Jim did not answer her knock, so she simply pushed the door open. The entrance hall was dark, for rain clouds were gathering and the candles had not been lit in the vestibule. Mrs. Beam had her work cut out for her, it seemed. But Catherine did not even care. She was too happy and warm and well to care about households and candles. Who could care for such trifles when a man like Alex Waters stood in the room?

“I must tell you a secret, Alex. And you must not tell a soul.”

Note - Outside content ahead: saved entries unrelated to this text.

package sfh

import (
	"math"
	"strings"
)

// A fit moves a history's parameters and needs the bin weights' slopes
// in them at every step. Finite differences cost two histories and two
// passes over the bins a parameter; the closed forms below cost about one
// pass for all of them.
//
// With the parts' shares s_c (a burst's MassFraction f_b; a smooth
// component's rest·ω_c/W, rest = 1 − Σf_b, W = Σω) and their masses
// M_c(k) in bin k, the weights are w_k = Σ_c s_c M_c(k), so
//
//	∂w_k/∂f_b = M_b(k) − Σ_smooth (ω_c/W) M_c(k)
//	∂w_k/∂ω_j = (rest/W) (M_j(k) − Σ_smooth (ω_c/W) M_c(k))
//	∂w_k/∂θ_c = s_c ∂M_c(k)/∂θ_c     for a shape parameter θ_c of part c,
//
// and the shapes' own slopes are in massSlope.

// slopeShape is a shape whose bin masses have closed-form slopes in its
// parameters (keys as in Params).
type slopeShape interface {
	shape
	// massSlope returns ∂mass(lo, hi)/∂key, and false for a key it has
	// no closed form for.
	massSlope(lo, hi float64, key string) (float64, bool)
}

// BinWeightSlopes writes ∂BinWeights(edgesGyr)[k]/∂θ into dst[j][k] for
// each parameter names[j] (named as in Params), and reports whether it
// could: a history with dips, a parameter without a closed form (a
// Piecewise rate), shares held by the rounding slack of bursts that take
// all the mass, or an unknown name give false, and the caller falls back
// to differences of BinWeights. dst[j] must hold len(edgesGyr)−1 values.
func (h *History) BinWeightSlopes(edgesGyr []float64, names []string, dst [][]float64) bool {
	n := len(edgesGyr) - 1
	if n < 1 || h.quad != nil || len(dst) != len(names) {
		return false
	}
	var burstSum, weightSum float64
	for _, p := range h.parts {
		switch p.Component.role() {
		case Episode:
			burstSum += p.Component.(episode).fraction()
		case Smooth:
			weightSum += p.Weight
		}
	}
	rest := 1 - burstSum
	if !(rest > burstSumSlack) || !(weightSum > 0) {
		return false // the shares are not the smooth functions below
	}
	// Each component's mass in each bin, clipped to the history's range
	// as MassInRange clips.
	masses := make([][]float64, len(h.comps))
	smoothMix := make([]float64, n) // Σ_smooth (ω_c/W) M_c(k)
	for c := range h.comps {
		masses[c] = make([]float64, n)
		for k := range n {
			if a, b, ok := h.clip(edgesGyr[k], edgesGyr[k+1]); ok {
				masses[c][k] = h.comps[c].shape.mass(a, b)
			}
		}
	}
	compOf := make(map[string]int, len(h.comps))
	for c, cp := range h.comps {
		compOf[cp.name] = c
	}
	for _, p := range h.parts {
		if p.Component.role() == Smooth {
			c := compOf[p.Name]
			for k := range n {
				smoothMix[k] += p.Weight / weightSum * masses[c][k]
			}
		}
	}
	partOf := make(map[string]Part, len(h.parts))
	for _, p := range h.parts {
		partOf[p.Name] = p
	}
	for j, name := range names {
		partName, key, _ := strings.Cut(name, ".")
		p, ok := partOf[partName]
		if !ok || len(dst[j]) != n {
			return false
		}
		c, isComp := compOf[partName]
		out := dst[j]
		switch {
		case !isComp:
			return false // a dip
		case key == "weight" && p.Component.role() == Smooth:
			for k := range n {
				out[k] = rest / weightSum * (masses[c][k] - smoothMix[k])
			}
		case key == "mass_fraction" && p.Component.role() == Episode:
			for k := range n {
				out[k] = masses[c][k] - smoothMix[k]
			}
		default:
			ss, ok := h.comps[c].shape.(slopeShape)
			if !ok {
				return false
			}
			share := h.comps[c].share
			for k := range n {
				a, b, in := h.clip(edgesGyr[k], edgesGyr[k+1])
				if !in {
					out[k] = 0
					continue
				}
				d, ok := ss.massSlope(a, b, key)
				if !ok {
					return false
				}
				out[k] = share * d
			}
		}
	}
	return true
}

// massSlope of a burst: with z = (x − μ)/σ, the mass on [lo, hi] is
// P(lo, hi)/P(0, MaxAgeGyr), P(a, b) = Φ(z_b) − Φ(z_a), and
//
//	∂P/∂μ = (φ(z_a) − φ(z_b))/σ,   ∂P/∂σ = (z_a φ(z_a) − z_b φ(z_b))/σ,
//
// so ∂(P/N) = (∂P − (P/N) ∂N)/N.
func (s *normalShape) massSlope(lo, hi float64, key string) (float64, bool) {
	dP := func(a, b float64) float64 {
		za, zb := s.z(a), s.z(b)
		switch key {
		case "age_gyr":
			return (normPDF(za) - normPDF(zb)) / s.sigma
		default: // width_gyr
			return (za*normPDF(za) - zb*normPDF(zb)) / s.sigma
		}
	}
	if key != "age_gyr" && key != "width_gyr" {
		return 0, false
	}
	m := s.mass(lo, hi)
	return (dP(lo, hi) - m*dP(0, s.maxAge)) / s.norm, true
}

// massSlope of an exponential in its signed timescale τ: with rate
// r = 1/|τ|, near the distance of the range's heavy end from the history's
// and w its width, the mass is f/g with f = e^(−rn) − e^(−r(n+w)) and
// g = 1 − e^(−r·MaxAgeGyr); ∂(f/g)/∂r = (f′ − (f/g) g′)/g and
// ∂r/∂τ = −1/(τ|τ|).
func (s *expShape) massSlope(lo, hi float64, key string) (float64, bool) {
	if key != "timescale_gyr" {
		return 0, false
	}
	near := s.dist(lo)
	if s.heavyHigh {
		near = s.dist(hi)
	}
	w, r, mx := hi-lo, s.rate, s.maxAge
	df := -near*math.Exp(-r*near) + (near+w)*math.Exp(-r*(near+w))
	dg := mx * math.Exp(-r*mx)
	m := s.mass(lo, hi)
	dmdr := (df - m*dg) / s.norm
	tau := 1 / r
	if !s.heavyHigh {
		tau = -tau
	}
	return dmdr * (-1 / (tau * math.Abs(tau))), true
}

“What is that, Miss Middlebrook?”

“Call me Catherine.” She leaned close to him, drawing him into the darkened hallway. She felt a tiny bit dangerous, a tiny bit wild, but she also knew that no matter what the provocation, he would always look after her, would always see to her needs and interests without her even having to ask. For all his good looks and non-marrying ways, Alex was a good man.

“Come close, and I will tell you.”

He obligingly leaned down, and she raised her hands to settle on his broad shoulders. She knew that his horses would stay in place and not run away, as she had seen him tie them to the post by the road. So she closed the door behind him with a tilt of her hips, and stepped even closer in the dark.

“I like you too, Alex Waters. A very great deal. More than any man I have ever met, save my father. And he was a great man.”

“I am sure he was. Miss Middlebrook—”

“Catherine,” she corrected him.

“Catherine,” he amended. “We are standing a bit too close. Someone might see.”

She smiled at him then, and felt as if a little sun had risen in her heart. Even in that dark corridor, when any other man would have taken advantage, he was still trying to care for her. She leaned close, as if to whisper once more in his ear, but at the last moment, she turned her head, and brushed her lips against his.